2.3  Term and Termination

    1. This Agreement shall be effective on the date of payment and shall continue, unless terminated sooner in accordance with Clause 2.3(b).

    2. Either Party may terminate this Agreement upon notice in writing at any time.

    3. Any termination of this Agreement (howsoever occasioned) shall not affect any accrued rights or liabilities of either Party nor shall it affect the coming into force or the continuance in force of any provision hereof which is expressly or by implication intended to come into or continue in force on or after such termination.

2.4  Relationship of the Parties

The Parties acknowledge and agree that the Services performed by the Service Provider, its employees, agents or sub-contractors shall be as an independent contractor and that nothing in this Agreement shall be deemed to constitute a partnership, joint venture, agency relationship or otherwise between the parties.

2.5  Confidentiality

Neither Party will use, copy, adapt, alter or part with possession of any information of the other which is disclosed or otherwise comes into its possession under or in relation to this Agreement and which is of a confidential nature. This obligation will not apply to information which the recipient can prove was in its possession at the date it was received or obtained or which the recipient obtains from some other person with good legal title to it or which is in or comes into the public domain otherwise than through the default or negligence of the recipient or which is independently developed by or for the recipient.

2.6  Notices

Any notice which may be given by a Party under this Agreement shall be deemed to have been duly delivered if delivered by hand, first class post, facsimile transmission, text message, voicemail or electronic mail to the address of the other Party as specified in this Agreement or any other address notified in writing to the other Party.

2.7  Miscellaneous

    1. The failure of either party to enforce its rights under this Agreement at any time for any period shall not be construed as a waiver of such rights.
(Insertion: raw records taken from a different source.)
// Winding packs: turns per layer, layers, fill factor, and the error when the turns do not fit.
#include <catch2/catch.hpp>

#include <cmath>

#include "coilwright/error.hpp"
#include "coilwright/winding.hpp"

using namespace coilwright;
using Catch::Matchers::Contains;

namespace {
Coil pack(double ri, double ro, double w, double turns) {
  Coil c;
  c.name = "x";
  c.shape = Shape::pack;
  c.inner_radius_m = ri;
  c.outer_radius_m = ro;
  c.width_m = w;
  c.turns = turns;
  return c;
}
}  // namespace

TEST_CASE("a pack is wound layer by layer", "[winding]") {
  const Wire w = awg_wire(20);
  const double d = w.outer_width_m();
  const Coil c = pack(0.05, 0.06, 0.020, 100);
  const WindingPack p = wind(c, w);
  const int per_layer = static_cast<int>(std::floor(0.020 / d));
  CHECK(p.turns == 100);
  CHECK(p.turns_per_layer == per_layer);
  CHECK(p.layers == (100 + per_layer - 1) / per_layer);
  CHECK(p.depth_m == Approx(p.layers * d).epsilon(1e-12));
  CHECK(p.fill_factor == Approx(100 * w.conductor_area_m2() / (0.010 * 0.020)).epsilon(1e-12));
  CHECK_FALSE(p.derived);
  // Mean turn: 2 pi times the mean radius of the wound turns, which lie within the pack.
  CHECK(p.mean_turn_length_m > 2 * M_PI * 0.05);
  CHECK(p.mean_turn_length_m < 2 * M_PI * (0.05 + p.depth_m));
  CHECK(p.cooling_area_m2 > 0.0);
}

TEST_CASE("orthocyclic packing needs fewer millimetres of depth", "[winding]") {
  const Wire w = metric_wire(0.5e-3);
  const Coil c = pack(0.05, 0.07, 0.020, 800);
  const WindingPack layered = wind(c, w, Packing::layered);
  const WindingPack ortho = wind(c, w, Packing::orthocyclic);
  CHECK(ortho.depth_m < layered.depth_m);
  // Layer pitch d sqrt(3)/2 instead of d (geometry of touching circles); every other layer holds
  // one turn less, so the depth ratio lies a little above sqrt(3)/2 = 0.866.
  const double ratio = ortho.depth_m / layered.depth_m;
  CHECK(ratio > 0.85);
  CHECK(ratio < 0.95);
}

TEST_CASE("turns that do not fit give the specific error", "[winding]") {
  const Wire w = awg_wire(20);
  const Coil c = pack(0.05, 0.055, 0.020, 500);
  const int per_layer = static_cast<int>(std::floor(0.020 / w.outer_width_m()));
  const int layers = (500 + per_layer - 1) / per_layer;
  CHECK_THROWS_AS(wind(c, w), InputError);
  CHECK_THROWS_WITH(wind(c, w), Contains("coil 'x': 500 turns of AWG 20") &&
                                    Contains("need " + std::to_string(layers) + " layers") &&
                                    Contains("but the pack is 5 mm deep"));

  Coil narrow = pack(0.05, 0.06, 0.0005, 10);
  CHECK_THROWS_WITH(wind(narrow, w), Contains("narrower than one turn"));

  Coil sol;
  sol.name = "s";
  sol.shape = Shape::solenoid;
  sol.radius_m = 0.02;
  sol.length_m = 0.05;
  sol.turns = 100;
  CHECK_THROWS_WITH(wind(sol, w), Contains("single-layer solenoid is 50 mm long"));
  sol.turns = 50;
  CHECK(wind(sol, w).layers == 1);
}

TEST_CASE("a loop's bundle is derived from its turns", "[winding]") {
  Coil c;
  c.name = "l";
  c.shape = Shape::loop;
  c.radius_m = 0.1;
  c.turns = 30;
  const Wire w = awg_wire(24);
  const WindingPack p = wind(c, w);
  CHECK(p.derived);
  CHECK(p.turns_per_layer == 6);  // ceil(sqrt(30))
  CHECK(p.layers == 5);
  CHECK(p.mean_turn_length_m == Approx(2 * M_PI * 0.1).epsilon(1e-12));
}
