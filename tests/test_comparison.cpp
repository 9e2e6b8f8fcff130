// A measured map against the model: differences point by point and in summary.
#include <catch2/catch.hpp>

#include "coilwright/ambient_fit.hpp"
#include "coilwright/comparison.hpp"
#include "coilwright/config.hpp"
#include "coilwright/field.hpp"
#include "coilwright/nulling.hpp"
#include "coilwright/survey.hpp"

using namespace coilwright;

namespace {

Survey map_of(const PointSet& pts, const FieldSet& b) {
  Survey s;
  s.source_file = "map";
  s.points = pts;
  s.field = b;
  s.lines.assign(pts.size(), 1);
  return s;
}

}  // namespace

TEST_CASE("compare: a map equal to the model differs by nothing; a known offset shows in full", "[compare]") {
  const Model cage = with_currents(load_model(COILWRIGHT_SOURCE_DIR "/configs/cage-null.toml"), {0.3, -0.2, 0.6});
  PointSet pts;
  for (int i = -2; i <= 2; ++i)
    for (int j = -2; j <= 2; ++j) pts.push_back(Vec3(0.03 * i, 0.03 * j, 0.01 * (i - j)));
  const FieldSet model = field_of_model(cage, pts);
  const MapComparison same = compare_with_map(cage, map_of(pts, model));
  CHECK(same.worst_T < 1e-20);  // identical numbers: only exact cancellation

  // Measured = model + (30, -40, 0) nT everywhere: worst = RMS = 50 nT (a 3-4-5 triangle).
  FieldSet shifted = model;
  for (std::size_t i = 0; i < pts.size(); ++i) {
    shifted.bx[i] += 30e-9;
    shifted.by[i] -= 40e-9;
  }
  const MapComparison c = compare_with_map(cage, map_of(pts, shifted));
  // Differences of ~50 uT numbers: rounding ~1e-20 T, so 1e-6 relative to 50 nT is loose.
  CHECK(c.worst_T == Approx(50e-9).epsilon(1e-6));
  CHECK(c.rms_T == Approx(50e-9).epsilon(1e-6));
  CHECK(c.relative_rms > 0.0);
  CHECK(c.relative_rms < 0.01);
}

TEST_CASE("compare: a background survey is subtracted before comparing", "[compare]") {
  const Model cage = with_currents(load_model(COILWRIGHT_SOURCE_DIR "/configs/cage-null.toml"), {0.3, -0.2, 0.6});
  // A uniform background of (20, 0, -40) uT (our choice), surveyed on a 3 x 3 x 3 grid.
  const Vec3 bg(20e-6, 0.0, -40e-6);
  Survey background;
  background.source_file = "bg";
  for (int i = -1; i <= 1; ++i)
    for (int j = -1; j <= 1; ++j)
      for (int k = -1; k <= 1; ++k) {
        background.points.push_back(0.1 * Vec3(i, j, k));
        background.field.bx.push_back(bg.x());
        background.field.by.push_back(bg.y());
        background.field.bz.push_back(bg.z());
        background.lines.push_back(1);
      }
  const AmbientFit fit = fit_ambient(background);
  PointSet pts;
  for (int i = -3; i <= 3; ++i) pts.push_back(Vec3(0.02 * i, 0.01, -0.015 * i));
  FieldSet measured = field_of_model(cage, pts);
  for (std::size_t i = 0; i < pts.size(); ++i) {
    measured.bx[i] += bg.x();
    measured.bz[i] += bg.z();
  }
  const MapComparison c = compare_with_map(cage, map_of(pts, measured), &fit);
  // The fit reproduces an exact uniform field to rounding (~1e-20 T); 1e-15 T is loose.
  CHECK(c.worst_T < 1e-15);
}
    2. If any part, term or provision of this Agreement is held to be illegal or unenforceable neither the validity or enforceability of the remainder of this Agreement shall be affected.

    3. Neither Party shall assign or transfer all or any part of its rights under this Agreement without the consent of the other Party.

    4. This Agreement may not be amended for any other reason without the prior written agreement of both Parties.

    5. This Agreement constitutes the entire understanding between the Parties relating to the subject matter hereof unless any representation or warranty made about this Agreement was made fraudulently and, save as may be expressly referred to or referenced herein, supersedes all prior representations, writings, negotiations or understandings with respect hereto.

    6. Neither Party shall be liable for failure to perform or delay in performing any obligation under this Agreement if the failure or delay is caused by any circumstances beyond its reasonable control, including but not limited to acts of god, war, civil commotion or industrial dispute. If such delay or failure continues for at least 7 days, the Party not affected by such delay or failure shall be entitled to terminate this Agreement by notice in writing to the other.

    7. This Clause 2.7(g) and Clauses 2.2, 2.4, 2.5 and 2.6 of this Agreement shall survive any termination or expiration.

    8. This Agreement shall be governed by the laws of the jurisdiction in which the Service Provider is located.